For the administration of the newsroom and the communication processes, IT, hosting and communication service providers used by us may have access to the data. Insofar as they act as processors, this is done on the basis of Art. 28 GDPR.

§ 22 Intra-Group Data Transfers

Within the Messer Group, personal data may be transmitted to other companies of the Messer Group to the extent necessary for internal administrative purposes, IT support, compliance purposes, legal advice or the processing of enquiries.

Legal basis

Art. 6 para. 1 lit. f GDPR.

Legitimate interest

Efficient and secure group-wide organization and administration.

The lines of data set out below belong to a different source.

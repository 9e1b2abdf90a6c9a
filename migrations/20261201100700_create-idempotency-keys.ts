import type { Knex } from 'knex';

// The first answer to a request carrying an Idempotency-Key, replayed to any retry of it.
export async function up(knex: Knex): Promise<void> {
  await knex.schema.createTable('idempotency_keys', (t) => {
    t.bigIncrements('id').primary();
    t.integer('firm_id').unsigned().notNullable().references('firms.id').onDelete('CASCADE');
    t.integer('user_id').unsigned().notNullable().references('users.id');
    t.string('idempotency_key', 100).notNullable();
    t.string('route', 120).notNullable();
    t.smallint('status_code').unsigned().notNullable();
    t.json('response_body').notNullable();
    t.timestamp('created_at', { precision: 3 }).notNullable().defaultTo(knex.fn.now(3));
    t.unique(['firm_id', 'user_id', 'idempotency_key']);
  });
}

export async function down(knex: Knex): Promise<void> {
  await knex.schema.dropTable('idempotency_keys');
}
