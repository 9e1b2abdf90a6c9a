import type { Knex } from 'knex';

// An inspection written by the "cleaned" tick of a check-in (a magnet set cleaned after each job), told
// apart from one recorded on its own.
export async function up(knex: Knex): Promise<void> {
  await knex.schema.alterTable('inspections', (t) => {
    t.boolean('cleaned_at_check_in').notNullable().defaultTo(false);
  });
}

export async function down(knex: Knex): Promise<void> {
  await knex.schema.alterTable('inspections', (t) => {
    t.dropColumn('cleaned_at_check_in');
  });
}
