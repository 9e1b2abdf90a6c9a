import type { Knex } from 'knex';

// Chemical products. Pack size is kept in millilitres so 500 ml and 1 L packs compare exactly;
// stock is counted in whole packs.
export async function up(knex: Knex): Promise<void> {
  await knex.schema.createTable('products', (t) => {
    t.increments('id').primary();
    t.integer('firm_id').unsigned().notNullable().references('firms.id').onDelete('CASCADE');
    t.string('name', 120).notNullable();
    t.string('kind', 40).notNullable();
    t.integer('pack_size_ml').unsigned().notNullable();
    t.decimal('dose_litres_per_100l', 6, 3).nullable();
    t.smallint('radiators_per_pack').unsigned().nullable();
    t.decimal('target_min', 10, 3).nullable();
    t.decimal('target_max', 10, 3).nullable();
    t.string('target_unit', 20).nullable();
    t.string('test_method', 300).nullable();
    t.smallint('shelf_life_months').unsigned().nullable();
    t.string('hazard_notes', 2000).nullable();
    t.string('sds_object_key', 200).nullable();
    t.integer('sds_byte_size').unsigned().nullable();
    t.timestamp('sds_uploaded_at', { precision: 3 }).nullable();
    t.boolean('active').notNullable().defaultTo(true);
    t.timestamp('created_at', { precision: 3 }).notNullable().defaultTo(knex.fn.now(3));
    t.unique(['firm_id', 'name']);
  });
}

export async function down(knex: Knex): Promise<void> {
  await knex.schema.dropTable('products');
}
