import type { Knex } from 'knex';

// The customer's drawn signatures on a visit: the acknowledgement before the work and the
// acceptance after it, each a PNG in the object store with the printed name and the time.
// Signing the same kind again replaces it.
export async function up(knex: Knex): Promise<void> {
  await knex.schema.createTable('job_signatures', (t) => {
    t.increments('id').primary();
    t.integer('firm_id').unsigned().notNullable().references('firms.id').onDelete('CASCADE');
    t.integer('job_id').unsigned().notNullable().references('jobs.id').onDelete('CASCADE');
    t.enum('kind', ['acknowledgement', 'acceptance']).notNullable();
    t.string('signer_name', 120).notNullable();
    t.string('object_key', 200).notNullable();
    t.integer('byte_size').unsigned().notNullable();
    t.timestamp('signed_at', { precision: 3 }).notNullable();
    t.integer('recorded_by_user_id').unsigned().notNullable().references('users.id');
    t.unique(['firm_id', 'job_id', 'kind']);
  });
}

export async function down(knex: Knex): Promise<void> {
  await knex.schema.dropTable('job_signatures');
}
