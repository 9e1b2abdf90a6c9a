import { describe, expect, it } from 'vitest';
import { firmSettingsInputSchema } from './firm-settings-schemas.ts';

const valid = {
  name: 'Example Heating',
  address: '',
  timeZone: 'Europe/London',
  volumeUnit: 'litres',
  coldBottomThresholdK: 10,
};

describe('firmSettingsInputSchema', () => {
  it('takes an IANA time zone Intl knows and refuses one it does not', () => {
    expect(firmSettingsInputSchema.parse(valid)).toMatchObject({ timeZone: 'Europe/London', address: null });
    expect(
      firmSettingsInputSchema.safeParse({ ...valid, timeZone: 'Europe/Brackenford' }).error?.issues[0]?.message,
    ).toContain('"Europe/Brackenford" is not a time zone');
  });

  it('bounds the cold-bottom threshold to 2-30 K', () => {
    expect(firmSettingsInputSchema.safeParse({ ...valid, coldBottomThresholdK: 2 }).success).toBe(true);
    expect(firmSettingsInputSchema.safeParse({ ...valid, coldBottomThresholdK: 30 }).success).toBe(true);
    expect(firmSettingsInputSchema.safeParse({ ...valid, coldBottomThresholdK: 1.9 }).success).toBe(false);
    expect(firmSettingsInputSchema.safeParse({ ...valid, coldBottomThresholdK: 31 }).success).toBe(false);
  });
});
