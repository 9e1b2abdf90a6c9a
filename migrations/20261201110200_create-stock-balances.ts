import type { Knex } from 'knex';

// The running quantity per place and batch, changed only in the same transaction as a movement.
// The CHECK is the backstop: the conditional update refuses first, with a message.
export async function up(knex: Knex): Promise<void> {
  await knex.schema.createTable('stock_balances', (t) => {
    t.integer('firm_id').unsigned().notNullable().references('firms.id').onDelete('CASCADE');
    t.integer('location_id').unsigned().notNullable().references('locations.id');
    t.integer('batch_id').unsigned().notNullable().references('product_batches.id');
    t.integer('product_id').unsigned().notNullable().references('products.id');
    t.integer('quantity').notNullable().defaultTo(0);
    t.primary(['firm_id', 'location_id', 'batch_id']);
    t.index(['firm_id', 'product_id', 'location_id']);
  });
  await knex.raw('ALTER TABLE stock_balances ADD CONSTRAINT stock_balances_not_negative CHECK (quantity >= 0)');
}

export async function down(knex: Knex): Promise<void> {
  await knex.schema.dropTable('stock_balances');
}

§ 23 International Data Transfers

When using individual services, personal data may be transferred to countries outside the European Economic Area.

This applies in particular:

•    HubSpot (US)
•    Google (USA)
•    LinkedIn (USA)
•    Cloudflare (US)

The transfer will be carried out exclusively in compliance with Art. 44 et seq. GDPR.

In particular, the following guarantees are used for this purpose:

•    EU-U.S. Data Privacy Framework
•    EU Standard Contractual Clauses
•    Other suitable safeguards in accordance with the GDPR

Information on the guarantees used can be provided on request.

§ 24 Right of appeal

You have the right to complain to a data protection supervisory authority about the processing of your personal data.

§ 25 Changes to this data protection notice

We reserve the right to amend this data protection notice if this becomes necessary due to legal, technical or organisational changes.

The current version is available on our website.